DATA
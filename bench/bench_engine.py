"""Engine benchmark: the whole exact analysis against OpenTURNS, simulation speed, memory, far tails.

Run: .venv/bin/python bench/bench_engine.py [--quick] [--before=DIR]   (prints one table)
--before=DIR: a checkout of an earlier version, timed at 10,000 items interleaved with this one.

The exact rows time the user-facing call, `analyze(estimate, method="exact", levels=[50, 80,
90, 95, 99])`, against OpenTURNS building the same sum (LinearCombinationDistribution) and
computing the same five quantiles, interleaved in one process (ours, theirs, ours, ...), and
print the min and median of each and the ratio of the medians. Accuracy is in probability:
OpenTURNS' cdf at our percentiles against the level asked.
"""

from __future__ import annotations

import math
import statistics
import subprocess
import sys
import time
import tracemalloc
from pathlib import Path

import numpy as np
import openturns as ot

sys.path.insert(0, str(Path(__file__).resolve().parents[1]))

from engine import Estimate, LineItem, analyze
from engine.exact.convolution import exact_total
from engine.families.distributions import Lognormal, Triangular
from engine.simulation.replicates import simulate
from engine.validation import build_distribution

LEVELS = [50.0, 80.0, 90.0, 95.0, 99.0]
rows: list[tuple[str, str, str]] = []


def best_of(fn, repeat: int = 3) -> tuple[float, object]:
    best, out = math.inf, None
    for _ in range(repeat):
        t0 = time.perf_counter()
        out = fn()
        best = min(best, time.perf_counter() - t0)
    return best, out


def triangular_items(n: int, seed: int) -> list[tuple[float, float, float]]:
    rng = np.random.default_rng(seed)
    low = rng.uniform(50, 1000, n)
    mode = low + rng.uniform(0, 200, n)
    return list(zip(low, mode, mode + rng.uniform(10, 800, n), strict=True))


def mixed_estimate(n: int, seed: int) -> Estimate:
    """Invented items cycling through triangular, PERT, uniform, normal, lognormal and risk
    events (triangular and fixed impacts)."""
    rng = np.random.default_rng(seed)
    items = []
    for k in range(n):
        low = float(rng.uniform(50, 1000))
        ml = low + float(rng.uniform(0, 200))
        high = ml + float(rng.uniform(10, 800))
        kind = k % 7
        name = f"Item {k}"
        if kind == 0:
            items.append(LineItem(name, "triangular", low, ml, high))
        elif kind == 1:
            items.append(LineItem(name, "pert", low, ml, high))
        elif kind == 2:
            items.append(LineItem(name, "uniform", low, None, high))
        elif kind == 3:
            items.append(LineItem(name, "normal", low, None, high, low_pct=10, high_pct=90))
        elif kind == 4:
            items.append(LineItem(name, "lognormal", low, None, high, low_pct=10, high_pct=90))
        elif kind == 5:
            p = float(rng.uniform(0.05, 0.6))
            items.append(LineItem(name, "triangular", low, ml, high, probability=p))
        else:
            p = float(rng.uniform(0.05, 0.6))
            items.append(LineItem(name, "fixed", None, round(ml), None, probability=p))
    return Estimate(items=items)


def openturns_item(d):
    """The same distribution as OpenTURNS writes it."""
    name = type(d).__name__
    if name == "Occurrence":
        return ot.Mixture([ot.Dirac(0.0), openturns_item(d.impact)], [1 - d.p, d.p])
    if name == "Triangular":
        return ot.Triangular(d.low, d.mode, d.high)
    if name == "Beta":
        return ot.Beta(d.alpha, d.beta, d.low, d.high)
    if name == "Uniform":
        return ot.Uniform(d.low, d.high)
    if name == "Normal":
        return ot.Normal(d.mu, d.sigma)
    if name == "Lognormal":
        return ot.LogNormal(d.mu, d.sigma)
    if name == "Fixed":
        return ot.Dirac(d.value)
    raise TypeError(name)


def triangular_estimate(n: int, seed: int) -> Estimate:
    return Estimate(
        items=[
            LineItem(f"Item {k}", "triangular", float(a), float(c), float(b))
            for k, (a, c, b) in enumerate(triangular_items(n, seed))
        ]
    )


def exact_vs_openturns(label: str, estimate: Estimate, repeat: int, reference: bool) -> None:
    """`reference`: False where OpenTURNS would take hours (it grows ~n^2 on risk events:
    78 s at 500 mixed items here); ours alone is timed then."""
    n = len(estimate.items)
    dists = [build_distribution(i) for i in estimate.items]
    q = np.array(LEVELS) / 100

    def ours():
        return np.array([r.value for r in analyze(estimate, method="exact", levels=LEVELS).levels])

    def theirs():
        parts = [openturns_item(d) for d in dists]
        dist = ot.LinearCombinationDistribution(parts, [1.0] * n)
        return dist, np.array([dist.computeQuantile(float(v))[0] for v in q])

    ours_t, theirs_t = [], []
    for _ in range(repeat):  # interleaved: ours, theirs, ours, theirs...
        t0 = time.perf_counter()
        values = ours()
        ours_t.append(time.perf_counter() - t0)
        if reference:
            t0 = time.perf_counter()
            dist, _ = theirs()
            theirs_t.append(time.perf_counter() - t0)
    a = statistics.median(ours_t)
    timing = f"ours min {min(ours_t) * 1e3:.1f} / median {a * 1e3:.1f} ms"
    if not reference:
        rows.append((f"analyze exact, {n} {label}", timing, "OpenTURNS not run (hours)"))
        return
    gap = max(abs(dist.computeCDF(float(v)) - level) for v, level in zip(values, q, strict=True))
    b = statistics.median(theirs_t)
    rows.append(
        (
            f"analyze exact, {n} {label}",
            f"{timing}, OpenTURNS min {min(theirs_t) * 1e3:.1f} / median {b * 1e3:.1f} ms",
            f"ratio {a / b:.2f}; |F_OT(ours) - q| {gap:.1e}",
        )
    )


# One first and two warm calls of analyze at 10,000 mixed items, in a fresh process (the
# per-item caches start empty); prints "first warm warm" in seconds.
FRESH_RUN = """
import sys, time
sys.path.insert(0, "bench")
from bench_engine import LEVELS, mixed_estimate
from engine import analyze
estimate = mixed_estimate(10_000, 10_000)
times = []
for _ in range(3):
    t0 = time.perf_counter()
    analyze(estimate, method="exact", levels=LEVELS)
    times.append(time.perf_counter() - t0)
print(*times)
"""


def ten_thousand_items(runs: int = 5, before: Path | None = None) -> None:
    """First call (fresh process) and warm call at 10,000 mixed items; with `before` (a
    checkout of an earlier version, e.g. from `git archive`), interleaved with it."""
    trees = {"ours": Path(__file__).resolve().parents[1]}
    if before is not None:
        trees["before"] = before
    times: dict[str, list[list[float]]] = {name: [] for name in trees}
    for _ in range(runs):
        for name, tree in trees.items():
            out = subprocess.run(
                [sys.executable, "-c", FRESH_RUN], cwd=tree, capture_output=True, text=True
            )
            times[name].append([float(v) for v in out.stdout.split()])
    for name, runs_of in times.items():
        first = [r[0] for r in runs_of]
        warm = [w for r in runs_of for w in r[1:]]
        rows.append(
            (
                f"analyze exact, 10,000 mixed items ({name})",
                f"first call min {min(first):.2f} / median {statistics.median(first):.2f} s, "
                f"warm min {min(warm):.2f} / median {statistics.median(warm):.2f} s",
                "target < 1 s",
            )
        )


def simulation_speed() -> None:
    dists = [Triangular(*t) for t in triangular_items(100, seed=7)]
    t, _ = best_of(lambda: simulate(dists, trials=100_000, seed=1, sampling="lhs"))
    rows.append(("simulation, 100 items x 100k LHS", f"{t:.3f} s", "target < 0.5 s"))


def peak_memory() -> None:
    dists = [Triangular(*t) for t in triangular_items(500, seed=500)]
    tracemalloc.start()
    exact_total(dists)
    exact_peak = tracemalloc.get_traced_memory()[1]
    tracemalloc.reset_peak()
    simulate(dists[:100], trials=100_000, seed=1)
    sim_peak = tracemalloc.get_traced_memory()[1]
    tracemalloc.stop()
    rows.append(
        (
            "peak memory (tracemalloc)",
            f"exact 500 items {exact_peak / 2**20:.1f} MiB",
            f"simulation 100 x 100k {sim_peak / 2**20:.1f} MiB",
        )
    )


def heavy_lognormal_tail(trials: int = 20_000_000, chunk: int = 2_000_000) -> None:
    # six lognormals stated by P10 and P90 with P90/P10 ratios 8..15 (invented)
    ratios = [8, 9, 10, 12, 14, 15]
    medians = [100, 250, 60, 400, 30, 150]
    z90 = 1.2815515655446004
    params = [(math.log(m), math.log(r) / (2 * z90)) for m, r in zip(medians, ratios, strict=True)]
    ours = exact_total([Lognormal(mu, s) for mu, s in params]).ppf(np.array([0.9, 0.99]))
    ot_dist = ot.LinearCombinationDistribution([ot.LogNormal(mu, s) for mu, s in params], [1.0] * 6)
    theirs = np.array([ot_dist.computeQuantile(q)[0] for q in (0.9, 0.99)])
    rng = np.random.default_rng(20260101)
    parts = []
    for _ in range(trials // chunk):
        x = np.zeros(chunk)
        for mu, s in params:
            x += rng.lognormal(mu, s, chunk)
        parts.append(np.quantile(x, [0.9, 0.99]))  # chunk quantiles: their spread is the SE
    per_chunk = np.array(parts)
    ref = per_chunk.mean(axis=0)
    se = per_chunk.std(axis=0, ddof=1) / math.sqrt(len(parts))
    for i, level in enumerate(("P90", "P99")):
        rows.append(
            (
                f"6 heavy lognormals {level}",
                f"simulation {ref[i]:,.1f} (SE {se[i]:.1f}, {trials / 1e6:.0f}M)",
                f"ours {100 * (ours[i] / ref[i] - 1):+.3f}%, OpenTURNS {100 * (theirs[i] / ref[i] - 1):+.3f}%",
            )
        )


def main() -> None:
    quick = "--quick" in sys.argv
    for n, repeat in ((50, 41), (500, 9), (5000, 3)):  # more runs where one is short
        exact_vs_openturns("triangular", triangular_estimate(n, n), repeat, reference=True)
    for n, repeat, reference in ((50, 9, True), (500, 3, True), (5000, 3, False)):
        exact_vs_openturns("mixed items", mixed_estimate(n, n), repeat, reference)
    before = next((Path(a.split("=", 1)[1]) for a in sys.argv if a.startswith("--before=")), None)
    ten_thousand_items(before=before)
    if quick:
        rows_print()
        return
    simulation_speed()
    peak_memory()
    heavy_lognormal_tail()
    rows_print()


def rows_print() -> None:
    widths = [max(len(r[i]) for r in rows) for i in range(3)]
    for r in rows:
        print("  ".join(c.ljust(w) for c, w in zip(r, widths, strict=True)))


if __name__ == "__main__":
    main()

PROBLEM STATEMENT
Set aside each line above that includes the string "lognormals" and report it.

REPLY
    # six lognormals stated by P10 and P90 with P90/P10 ratios 8..15 (invented)
                f"6 heavy lognormals {level}",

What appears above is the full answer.